FIG. 1 is a diagram showing a control flow for implementing a method for rolling a seamless steel pipe according to the present invention.

FIG. 2 is a diagram showing an example of an outer diameter change in a shaft length direction on a mandrel mill exit side when a gap adjustment is not performed on an outer diameter reducing stand without applying the method of the present invention.

FIG. 3 is a diagram showing an example of an outer diameter change in an axial direction on a mandrel mill exit side when a gap is adjusted in an outer diameter reducing stand by applying the method of the present invention.

FIG. 4 is a diagram showing the results of examining the outer diameter distribution of a hollow shell after elongation rolling when the method of the present invention is applied (■) and not applied (□).

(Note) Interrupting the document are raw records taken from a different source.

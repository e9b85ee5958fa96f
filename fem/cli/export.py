"""The work behind `export`: a record from the shelf, or a docket with its logs, into open formats."""

import shutil
from pathlib import Path

from fem.atomic import whole_file
from fem.cli.answer import put_json, say, tell
from fem.cli.run import QUICK, VOUCH, asked_for, on_shelf, read
from fem.docket.content import content_hash
from fem.docket.file import pack, read_docket
from fem.errors import DocketError, StoreError
from fem.export.write import WRITERS, export
from fem.results import store
from fem.results.record import Record

DOCKET = "docket"
PARTS = (*WRITERS, DOCKET)


def export_docket(
    docket: Path, what: str, to: Path, *, variant: str | None, record: Path | None, as_json: bool
) -> None:
    """Write the parts that are asked for into a folder, and tell what was written.

    Raises
    ------
    DocketError
        If a part is unknown or the docket is refused.
    StoreError
        If no record answers the docket, or the disk refuses.
    """
    parts = parts_of(what)
    of_record = [part for part in parts if part != DOCKET]
    written = list(export(_record(docket, variant, record), of_record, to)) if of_record else []
    if DOCKET in parts:
        written.append(_pack(docket, to))
    if as_json:
        put_json({"written": [str(path) for path in written]})
        return
    for path in written:
        tell(f"wrote {path}")


def parts_of(what: str) -> list[str]:
    """Return the parts named in a list with commas.

    Raises
    ------
    DocketError
        If one is unknown.
    """
    parts = list(dict.fromkeys(part.strip() for part in what.split(",") if part.strip()))
    unknown = [part for part in parts if part not in PARTS]
    if unknown or not parts:
        found = ", ".join(unknown) or "nothing"
        raise DocketError.single("--what", found, f"{', '.join(PARTS)}, with commas between", "name one or several")
    return parts


def _record(docket: Path, variant: str | None, folder: Path | None) -> Record:
    if folder is not None:
        return store.load(folder)
    shelf, digest = store.shelf_of(docket), content_hash(read(asked_for(docket, variant=variant)))
    for kind in (VOUCH, QUICK):
        kept = on_shelf(shelf, digest, kind)
        if kept is not None:
            say(f"from the {kind} in {kept[0]}")
            return kept[1]
    raise StoreError(
        f"{shelf} holds no record of this docket as it stands: "
        f"run `heatvouch vouch {docket}` first, or name a record with --record"
    )


def _pack(docket: Path, to: Path) -> Path:
    target = to / store.shelf_of(docket).with_suffix(".zip").name
    try:
        to.mkdir(parents=True, exist_ok=True)
        if docket.suffix == ".zip":  # packed already: it is copied, once it was found sound
            read_docket(docket)
            with whole_file(target) as draft:
                shutil.copyfile(docket, draft)
        else:
            pack(docket, target)
    except OSError as error:
        raise StoreError(f"the export to {to} broke off: {error.strerror or error}") from error
    return target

FIG. 5 is a view showing a process of manufacturing a seamless steel pipe by a Mannesmann mandrel mill method.

[Explanation of symbols]

 Reference Signs List 3 drilling machine 4 mandrel mill 11 outer diameter reducing stand 12 outer diameter measuring device 14 control device 14a roll gap driving device

Claims (1)

[Claims] 1. A method for rolling a seamless steel pipe by a mandrel mill in which an outer diameter reducing stand for reducing the outer diameter of a hollow shell drilled by a drilling machine is arranged close to an inlet side.
Measure the outside diameter of the rolled material on the exit side of the mandrel mill,
A method for rolling a seamless steel pipe, comprising: adjusting a roll gap of the outer diameter reducing stand to a range in which a stripping defect determined in advance by experiment is not generated based on the measurement result.